A subtle providential interpretation of events permeates Where the Wind Leads. The title itself pays homage to that understanding. The winds of the South China Sea, after all, blew their ship into the path of the Seasweep when so many other boats languished and were not rescued. In addition, as the pages turn, the Chung family is gently guided towards faith in Jesus Christ by the events recounted in the book. After their rescue, for example, Thanh Chung embraced Christ as Stan Mooneyham, then president of World Vision, preached the gospel to the refugees on board the Seasweep. Commitments were solidified when the family became a part of the Vietnamese church in Fort Smith. The man in Hoa’s dream had brought life to each of her family members.

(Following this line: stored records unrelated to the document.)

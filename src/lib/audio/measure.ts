// Measurements on rendered sample buffers, used by the browser tests and the benchmark.
// Pure functions over Float32Array / number arrays; nothing here touches Web Audio.

export type Samples = ArrayLike<number>;

export function peak(x: Samples, from = 0, to = x.length): number {
	let p = 0;
	for (let i = from; i < to; i++) p = Math.max(p, Math.abs(x[i]));
	return p;
}

export function rms(x: Samples, from = 0, to = x.length): number {
	let sum = 0;
	for (let i = from; i < to; i++) sum += x[i] * x[i];
	return to > from ? Math.sqrt(sum / (to - from)) : 0;
}

export function toDb(v: number): number {
	return v > 0 ? 20 * Math.log10(v) : -Infinity;
}

/** Largest sample difference in dB full scale; −Infinity when the two are sample-identical. */
export function maxDifferenceDb(a: Samples, b: Samples): number {
	const n = Math.min(a.length, b.length);
	let d = 0;
	for (let i = 0; i < n; i++) d = Math.max(d, Math.abs(a[i] - b[i]));
	return toDb(d);
}

/** Index of the first sample at or after `from` whose magnitude exceeds `threshold`; −1 if none. */
export function firstAbove(x: Samples, threshold: number, from = 0): number {
	for (let i = Math.max(0, from); i < x.length; i++) if (Math.abs(x[i]) > threshold) return i;
	return -1;
}

/** Index of the largest magnitude in [from, to). */
export function argPeak(x: Samples, from = 0, to = x.length): number {
	let best = from;
	for (let i = from; i < to; i++) if (Math.abs(x[i]) > Math.abs(x[best])) best = i;
	return best;
}

/** Sample-by-sample difference a − b. */
export function difference(a: Samples, b: Samples): Float32Array {
	const n = Math.min(a.length, b.length);
	const out = new Float32Array(n);
	for (let i = 0; i < n; i++) out[i] = a[i] - b[i];
	return out;
}

/**
 * Period of a signal by normalized autocorrelation: the lag (in samples, refined by parabolic
 * interpolation) with the highest correlation between minLag and maxLag, over `x[from, to)`.
 */
export function autocorrelationPeriod(
	x: Samples,
	minLag: number,
	maxLag: number,
	from = 0,
	to = x.length - maxLag
): { lag: number; score: number } {
	const scores = new Float64Array(maxLag + 2);
	let energy = 0;
	for (let i = from; i < to; i++) energy += x[i] * x[i];
	let best = minLag;
	for (let lag = Math.max(1, minLag - 1); lag <= maxLag + 1; lag++) {
		let sum = 0;
		let lagged = 0;
		for (let i = from; i < to; i++) {
			sum += x[i] * x[i + lag];
			lagged += x[i + lag] * x[i + lag];
		}
		scores[lag] = sum / (Math.sqrt(energy * lagged) || 1);
		if (lag >= minLag && lag <= maxLag && scores[lag] > scores[best]) best = lag;
	}
	const [a, b, c] = [scores[best - 1], scores[best], scores[best + 1]];
	const denominator = a - 2 * b + c;
	const shift = denominator !== 0 ? (0.5 * (a - c)) / denominator : 0;
	return { lag: best + Math.max(-0.5, Math.min(0.5, shift)), score: b };
}

/** RMS energy envelope: one value per `hop` samples over windows of `hop` samples. */
export function energyEnvelope(x: Samples, hop: number, from = 0, to = x.length): Float32Array {
	const n = Math.floor((to - from) / hop);
	const out = new Float32Array(n);
	for (let k = 0; k < n; k++) out[k] = rms(x, from + k * hop, from + (k + 1) * hop);
	return out;
}

/** Subtracts the mean, so autocorrelation of an envelope finds its modulation, not its offset. */
export function centred(x: Samples): Float32Array {
	let mean = 0;
	for (let i = 0; i < x.length; i++) mean += x[i];
	mean /= x.length || 1;
	return Float32Array.from(x, (v) => v - mean);
}

/** Deterministic white noise in −1..1 (a small linear congruential generator). */
export function seededNoise(length: number, seed = 1): Float32Array {
	const out = new Float32Array(length);
	let s = seed >>> 0 || 1;
	for (let i = 0; i < length; i++) {
		s = (Math.imul(s, 1664525) + 1013904223) >>> 0;
		out[i] = s / 2147483648 - 1;
	}
	return out;
}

In the last chapter of the book, “Giving Back,” Vinh’s own commitment takes center stage. Whereas many who have succeeded in a similar fashion develop a self-congratulatory air, Vinh’s Christian faith allows him to clearly perceive the magnitude of the opportunity afforded him as well as his Christian responsibility in light of it. He writes, “I worked long and hard to get where I am today, but the humbling truth is that all my hard work has been possible only because of a blessing I received that I did nothing to deserve. I believe that blessing is something I am expected to pass on to other people in any way I can (342).” His words stand as a gentle rebuke for those of us who often forget just how blessed we are to have any opportunities.
An engaging, well-told story, in the end analysis Where the Wind Leads also highlights some important themes: the importance of providing opportunity for impoverished families–Head Start and public housing both played a role in the Chung family’s success; the empowering role of families in children’s success; and the characteristically American nature of welcoming immigrants. These, along with other American motifs, are valuable legacies we ought to recall in our contemporary debates about policy. I might even suggest they ought to shape them.
Further, Where the Wind Leads also reminds us that policy decisions impact real people and historical currents change people’s lives. As French colonial rule came to an end in Indochina and the Domino Theory dictated that the United States involve itself in Vietnam, people like the Chungs were caught in the backwash of the end of colonialism and the war-by-proxy that the Cold War had become. Despite normative evaluations of the policy decisions involved, Christians ought to be concerned with this human impact of such decisions. Thankfully, in 1979 Christians like Stan Mooneyham and the leadership at World Vision were. Hopefully, in 2014 we will also be.